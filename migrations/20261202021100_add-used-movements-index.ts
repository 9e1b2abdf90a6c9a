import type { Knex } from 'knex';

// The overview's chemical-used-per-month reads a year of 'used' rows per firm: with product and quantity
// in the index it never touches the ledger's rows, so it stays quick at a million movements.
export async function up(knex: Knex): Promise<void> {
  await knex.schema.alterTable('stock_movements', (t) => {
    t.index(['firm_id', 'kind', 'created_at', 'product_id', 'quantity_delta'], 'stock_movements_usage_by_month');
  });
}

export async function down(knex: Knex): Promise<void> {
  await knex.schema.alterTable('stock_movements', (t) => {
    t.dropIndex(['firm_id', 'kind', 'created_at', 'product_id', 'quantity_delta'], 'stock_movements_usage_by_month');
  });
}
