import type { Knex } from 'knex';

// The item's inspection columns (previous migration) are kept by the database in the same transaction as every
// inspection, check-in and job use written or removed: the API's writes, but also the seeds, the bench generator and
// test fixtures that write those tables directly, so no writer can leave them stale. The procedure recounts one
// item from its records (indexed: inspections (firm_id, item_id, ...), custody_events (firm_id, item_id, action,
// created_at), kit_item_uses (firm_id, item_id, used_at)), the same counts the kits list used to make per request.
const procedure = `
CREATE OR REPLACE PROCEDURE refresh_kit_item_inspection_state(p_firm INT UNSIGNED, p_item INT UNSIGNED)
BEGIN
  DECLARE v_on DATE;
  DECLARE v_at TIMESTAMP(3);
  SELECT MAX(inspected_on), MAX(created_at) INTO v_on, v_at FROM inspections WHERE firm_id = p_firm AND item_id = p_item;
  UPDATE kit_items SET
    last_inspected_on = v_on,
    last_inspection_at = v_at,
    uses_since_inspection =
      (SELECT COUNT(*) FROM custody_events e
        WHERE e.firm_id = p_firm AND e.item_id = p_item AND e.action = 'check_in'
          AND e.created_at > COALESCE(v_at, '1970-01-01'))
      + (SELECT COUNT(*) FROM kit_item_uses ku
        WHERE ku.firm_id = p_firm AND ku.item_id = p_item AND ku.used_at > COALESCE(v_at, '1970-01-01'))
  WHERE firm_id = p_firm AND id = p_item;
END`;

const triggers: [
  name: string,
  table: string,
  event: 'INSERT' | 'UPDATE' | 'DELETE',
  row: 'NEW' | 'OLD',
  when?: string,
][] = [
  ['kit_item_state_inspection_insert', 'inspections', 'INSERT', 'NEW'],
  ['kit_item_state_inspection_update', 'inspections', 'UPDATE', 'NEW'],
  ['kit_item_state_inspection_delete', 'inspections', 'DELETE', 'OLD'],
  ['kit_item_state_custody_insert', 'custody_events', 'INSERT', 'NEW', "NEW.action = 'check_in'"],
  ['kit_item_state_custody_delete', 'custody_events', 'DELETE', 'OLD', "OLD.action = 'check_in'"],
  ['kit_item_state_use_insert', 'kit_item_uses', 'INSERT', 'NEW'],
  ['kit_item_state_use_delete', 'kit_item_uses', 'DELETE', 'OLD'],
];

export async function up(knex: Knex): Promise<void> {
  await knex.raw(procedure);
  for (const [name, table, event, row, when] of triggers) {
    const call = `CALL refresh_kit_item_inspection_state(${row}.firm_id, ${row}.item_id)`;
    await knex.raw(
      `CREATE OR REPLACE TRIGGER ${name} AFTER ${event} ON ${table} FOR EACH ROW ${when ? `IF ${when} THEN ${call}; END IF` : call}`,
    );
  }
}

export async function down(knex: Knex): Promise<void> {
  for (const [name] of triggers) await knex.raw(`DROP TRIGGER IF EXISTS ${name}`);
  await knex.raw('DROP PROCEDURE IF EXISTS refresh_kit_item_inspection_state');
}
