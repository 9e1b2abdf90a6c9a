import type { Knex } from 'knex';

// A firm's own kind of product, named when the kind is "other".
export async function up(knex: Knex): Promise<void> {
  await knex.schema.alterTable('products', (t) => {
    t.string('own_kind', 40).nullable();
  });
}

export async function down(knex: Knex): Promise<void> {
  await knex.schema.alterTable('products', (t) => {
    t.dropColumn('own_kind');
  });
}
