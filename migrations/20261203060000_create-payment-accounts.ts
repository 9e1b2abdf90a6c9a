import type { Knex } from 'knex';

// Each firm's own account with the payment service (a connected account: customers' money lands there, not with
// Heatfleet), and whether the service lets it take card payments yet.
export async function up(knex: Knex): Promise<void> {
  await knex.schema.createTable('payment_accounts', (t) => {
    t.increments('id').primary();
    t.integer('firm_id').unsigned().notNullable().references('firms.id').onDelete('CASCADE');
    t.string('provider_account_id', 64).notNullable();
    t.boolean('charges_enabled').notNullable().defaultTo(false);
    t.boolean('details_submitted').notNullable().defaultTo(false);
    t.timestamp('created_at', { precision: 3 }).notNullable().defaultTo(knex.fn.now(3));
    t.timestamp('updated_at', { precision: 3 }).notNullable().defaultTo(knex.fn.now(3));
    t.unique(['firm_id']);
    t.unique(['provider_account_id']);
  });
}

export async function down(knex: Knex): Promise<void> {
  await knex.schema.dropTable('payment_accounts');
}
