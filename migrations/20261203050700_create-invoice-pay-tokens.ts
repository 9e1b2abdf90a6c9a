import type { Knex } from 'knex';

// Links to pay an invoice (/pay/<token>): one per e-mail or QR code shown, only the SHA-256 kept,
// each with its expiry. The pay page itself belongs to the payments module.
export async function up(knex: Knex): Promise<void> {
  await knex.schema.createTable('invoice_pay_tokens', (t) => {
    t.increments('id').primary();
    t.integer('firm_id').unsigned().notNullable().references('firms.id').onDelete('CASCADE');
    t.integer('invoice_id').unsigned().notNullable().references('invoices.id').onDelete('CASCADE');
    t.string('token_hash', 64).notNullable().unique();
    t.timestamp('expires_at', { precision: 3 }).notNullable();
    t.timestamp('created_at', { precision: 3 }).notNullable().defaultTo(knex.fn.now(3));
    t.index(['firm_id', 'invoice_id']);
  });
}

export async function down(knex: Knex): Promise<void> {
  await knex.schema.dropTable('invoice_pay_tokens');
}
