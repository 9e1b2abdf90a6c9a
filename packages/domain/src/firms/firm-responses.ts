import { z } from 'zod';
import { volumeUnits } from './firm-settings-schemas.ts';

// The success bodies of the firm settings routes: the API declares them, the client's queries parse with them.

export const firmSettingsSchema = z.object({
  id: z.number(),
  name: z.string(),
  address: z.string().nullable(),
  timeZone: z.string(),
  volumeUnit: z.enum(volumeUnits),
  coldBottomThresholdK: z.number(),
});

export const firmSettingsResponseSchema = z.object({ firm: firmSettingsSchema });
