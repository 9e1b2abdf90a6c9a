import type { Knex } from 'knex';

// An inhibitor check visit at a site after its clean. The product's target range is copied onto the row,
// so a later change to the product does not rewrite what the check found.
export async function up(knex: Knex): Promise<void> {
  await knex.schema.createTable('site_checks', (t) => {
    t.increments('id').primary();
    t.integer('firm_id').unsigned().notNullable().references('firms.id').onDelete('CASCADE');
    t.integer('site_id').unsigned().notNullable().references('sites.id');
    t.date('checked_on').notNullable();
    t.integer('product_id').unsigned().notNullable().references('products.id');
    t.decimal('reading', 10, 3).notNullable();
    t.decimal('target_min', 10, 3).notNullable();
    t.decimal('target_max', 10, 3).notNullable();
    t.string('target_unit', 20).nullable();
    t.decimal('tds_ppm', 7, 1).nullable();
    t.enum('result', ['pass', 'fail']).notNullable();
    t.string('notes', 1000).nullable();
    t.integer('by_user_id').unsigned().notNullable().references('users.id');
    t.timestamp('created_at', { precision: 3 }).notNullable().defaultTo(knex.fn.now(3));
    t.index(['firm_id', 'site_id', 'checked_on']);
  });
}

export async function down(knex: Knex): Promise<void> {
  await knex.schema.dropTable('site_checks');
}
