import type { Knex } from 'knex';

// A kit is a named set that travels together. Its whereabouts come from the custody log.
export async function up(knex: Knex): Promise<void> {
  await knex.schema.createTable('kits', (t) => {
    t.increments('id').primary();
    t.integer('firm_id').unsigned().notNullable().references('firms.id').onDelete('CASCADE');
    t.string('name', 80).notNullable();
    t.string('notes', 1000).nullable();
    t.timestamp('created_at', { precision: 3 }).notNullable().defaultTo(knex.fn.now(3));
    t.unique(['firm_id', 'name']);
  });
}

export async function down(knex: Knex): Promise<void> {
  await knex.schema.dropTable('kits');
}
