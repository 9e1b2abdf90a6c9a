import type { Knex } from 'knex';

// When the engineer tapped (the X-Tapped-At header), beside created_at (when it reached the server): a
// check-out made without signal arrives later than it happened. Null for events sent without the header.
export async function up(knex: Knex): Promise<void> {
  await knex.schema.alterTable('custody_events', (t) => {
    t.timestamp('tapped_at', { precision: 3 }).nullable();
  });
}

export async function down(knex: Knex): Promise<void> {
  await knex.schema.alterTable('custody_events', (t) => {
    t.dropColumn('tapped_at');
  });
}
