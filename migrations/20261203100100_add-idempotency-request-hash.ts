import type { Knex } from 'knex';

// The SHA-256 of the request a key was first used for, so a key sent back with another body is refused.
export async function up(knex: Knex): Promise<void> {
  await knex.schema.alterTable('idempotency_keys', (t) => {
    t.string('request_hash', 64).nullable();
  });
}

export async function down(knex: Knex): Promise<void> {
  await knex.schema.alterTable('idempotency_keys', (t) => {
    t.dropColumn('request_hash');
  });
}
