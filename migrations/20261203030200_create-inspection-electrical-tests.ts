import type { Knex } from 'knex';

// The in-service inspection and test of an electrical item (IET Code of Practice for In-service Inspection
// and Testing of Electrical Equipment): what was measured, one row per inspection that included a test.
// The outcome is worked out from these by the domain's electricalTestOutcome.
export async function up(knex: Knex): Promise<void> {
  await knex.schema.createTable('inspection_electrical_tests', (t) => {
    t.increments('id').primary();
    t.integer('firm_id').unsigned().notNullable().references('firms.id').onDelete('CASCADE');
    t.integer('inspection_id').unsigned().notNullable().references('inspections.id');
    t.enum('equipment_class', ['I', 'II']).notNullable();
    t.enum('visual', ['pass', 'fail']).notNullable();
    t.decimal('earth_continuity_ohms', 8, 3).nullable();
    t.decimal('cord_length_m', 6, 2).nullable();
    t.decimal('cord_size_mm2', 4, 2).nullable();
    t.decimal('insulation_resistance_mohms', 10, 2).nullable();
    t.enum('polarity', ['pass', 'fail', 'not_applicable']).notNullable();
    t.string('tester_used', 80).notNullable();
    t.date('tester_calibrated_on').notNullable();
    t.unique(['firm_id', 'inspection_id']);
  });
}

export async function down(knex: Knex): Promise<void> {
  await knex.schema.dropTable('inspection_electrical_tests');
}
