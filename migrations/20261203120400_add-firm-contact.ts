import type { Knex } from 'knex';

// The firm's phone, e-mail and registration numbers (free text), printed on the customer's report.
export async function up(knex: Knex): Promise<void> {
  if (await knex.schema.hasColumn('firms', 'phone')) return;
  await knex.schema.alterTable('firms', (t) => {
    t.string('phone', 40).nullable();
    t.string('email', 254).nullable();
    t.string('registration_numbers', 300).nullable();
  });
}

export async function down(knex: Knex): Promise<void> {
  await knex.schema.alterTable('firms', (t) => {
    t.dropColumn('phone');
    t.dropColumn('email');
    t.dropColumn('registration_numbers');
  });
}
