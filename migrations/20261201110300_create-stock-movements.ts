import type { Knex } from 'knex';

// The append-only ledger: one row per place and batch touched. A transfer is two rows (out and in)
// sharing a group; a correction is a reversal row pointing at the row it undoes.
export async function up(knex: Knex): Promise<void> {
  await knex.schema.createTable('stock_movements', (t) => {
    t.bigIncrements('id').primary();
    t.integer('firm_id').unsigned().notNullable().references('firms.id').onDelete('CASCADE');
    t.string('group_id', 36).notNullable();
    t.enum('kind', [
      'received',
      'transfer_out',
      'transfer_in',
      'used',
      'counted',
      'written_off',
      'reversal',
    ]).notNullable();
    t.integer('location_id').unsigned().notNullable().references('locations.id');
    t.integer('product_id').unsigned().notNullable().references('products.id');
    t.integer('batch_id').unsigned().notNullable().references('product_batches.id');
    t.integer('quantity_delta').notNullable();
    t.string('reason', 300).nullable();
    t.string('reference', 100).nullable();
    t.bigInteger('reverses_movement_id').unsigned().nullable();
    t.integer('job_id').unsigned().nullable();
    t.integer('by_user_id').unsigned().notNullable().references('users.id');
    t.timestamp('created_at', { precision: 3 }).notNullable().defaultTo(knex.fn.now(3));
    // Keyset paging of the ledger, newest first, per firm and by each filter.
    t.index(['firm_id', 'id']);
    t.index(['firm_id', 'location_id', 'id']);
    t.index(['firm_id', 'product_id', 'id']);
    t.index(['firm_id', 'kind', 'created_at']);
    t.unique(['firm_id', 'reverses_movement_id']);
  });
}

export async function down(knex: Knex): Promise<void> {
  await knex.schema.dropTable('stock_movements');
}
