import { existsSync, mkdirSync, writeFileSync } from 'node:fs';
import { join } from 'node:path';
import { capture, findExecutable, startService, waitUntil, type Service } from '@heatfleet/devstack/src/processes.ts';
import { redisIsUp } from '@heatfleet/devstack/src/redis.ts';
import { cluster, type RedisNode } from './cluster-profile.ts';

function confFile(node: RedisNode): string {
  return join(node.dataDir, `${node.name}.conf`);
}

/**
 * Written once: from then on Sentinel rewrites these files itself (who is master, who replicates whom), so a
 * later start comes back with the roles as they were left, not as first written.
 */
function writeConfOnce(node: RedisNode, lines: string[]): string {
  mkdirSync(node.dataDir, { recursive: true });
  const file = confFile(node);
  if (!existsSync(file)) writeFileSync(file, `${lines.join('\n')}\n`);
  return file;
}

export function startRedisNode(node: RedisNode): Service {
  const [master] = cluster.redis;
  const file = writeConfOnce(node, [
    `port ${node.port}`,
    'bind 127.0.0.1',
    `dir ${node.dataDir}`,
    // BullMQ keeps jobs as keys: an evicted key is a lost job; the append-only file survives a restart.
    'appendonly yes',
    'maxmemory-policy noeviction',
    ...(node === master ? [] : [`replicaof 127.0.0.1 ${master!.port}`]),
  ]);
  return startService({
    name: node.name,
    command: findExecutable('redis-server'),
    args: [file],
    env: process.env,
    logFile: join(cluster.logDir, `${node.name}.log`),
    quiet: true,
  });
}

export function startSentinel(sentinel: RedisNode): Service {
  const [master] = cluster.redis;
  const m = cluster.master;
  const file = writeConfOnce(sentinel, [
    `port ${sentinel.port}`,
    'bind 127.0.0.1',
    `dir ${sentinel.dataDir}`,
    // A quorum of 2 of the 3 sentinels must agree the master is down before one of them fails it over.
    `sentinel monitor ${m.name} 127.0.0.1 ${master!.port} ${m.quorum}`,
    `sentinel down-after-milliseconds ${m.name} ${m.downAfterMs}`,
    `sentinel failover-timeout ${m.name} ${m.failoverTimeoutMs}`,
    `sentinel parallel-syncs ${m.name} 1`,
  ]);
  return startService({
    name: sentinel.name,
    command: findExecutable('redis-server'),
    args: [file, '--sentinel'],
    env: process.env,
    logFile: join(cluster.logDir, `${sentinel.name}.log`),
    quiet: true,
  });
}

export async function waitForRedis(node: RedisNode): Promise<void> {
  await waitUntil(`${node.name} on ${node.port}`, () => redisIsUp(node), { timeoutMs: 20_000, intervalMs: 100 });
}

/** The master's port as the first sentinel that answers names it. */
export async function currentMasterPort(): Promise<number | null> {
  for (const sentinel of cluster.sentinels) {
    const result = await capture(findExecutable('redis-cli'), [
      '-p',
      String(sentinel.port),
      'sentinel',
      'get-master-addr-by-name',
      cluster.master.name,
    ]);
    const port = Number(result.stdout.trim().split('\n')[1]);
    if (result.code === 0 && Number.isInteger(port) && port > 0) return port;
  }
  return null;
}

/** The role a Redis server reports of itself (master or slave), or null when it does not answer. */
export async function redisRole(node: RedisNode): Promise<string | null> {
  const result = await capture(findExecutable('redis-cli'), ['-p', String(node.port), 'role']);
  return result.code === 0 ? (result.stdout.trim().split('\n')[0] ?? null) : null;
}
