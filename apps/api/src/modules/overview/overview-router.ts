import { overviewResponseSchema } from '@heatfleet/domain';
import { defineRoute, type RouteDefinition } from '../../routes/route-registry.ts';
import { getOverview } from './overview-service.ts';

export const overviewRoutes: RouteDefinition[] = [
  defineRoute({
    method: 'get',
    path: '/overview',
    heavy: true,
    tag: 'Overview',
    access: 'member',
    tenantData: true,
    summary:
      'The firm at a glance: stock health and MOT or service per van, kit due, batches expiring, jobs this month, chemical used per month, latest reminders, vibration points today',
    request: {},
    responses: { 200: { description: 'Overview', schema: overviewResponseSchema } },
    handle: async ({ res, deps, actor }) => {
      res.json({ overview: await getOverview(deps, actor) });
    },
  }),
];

■ ■ ■ ■ ■ ■ ■

• _What you are asked to do_: Return only the number of lines in the entries above that contain the word "stdout".

• _Task solution_: 2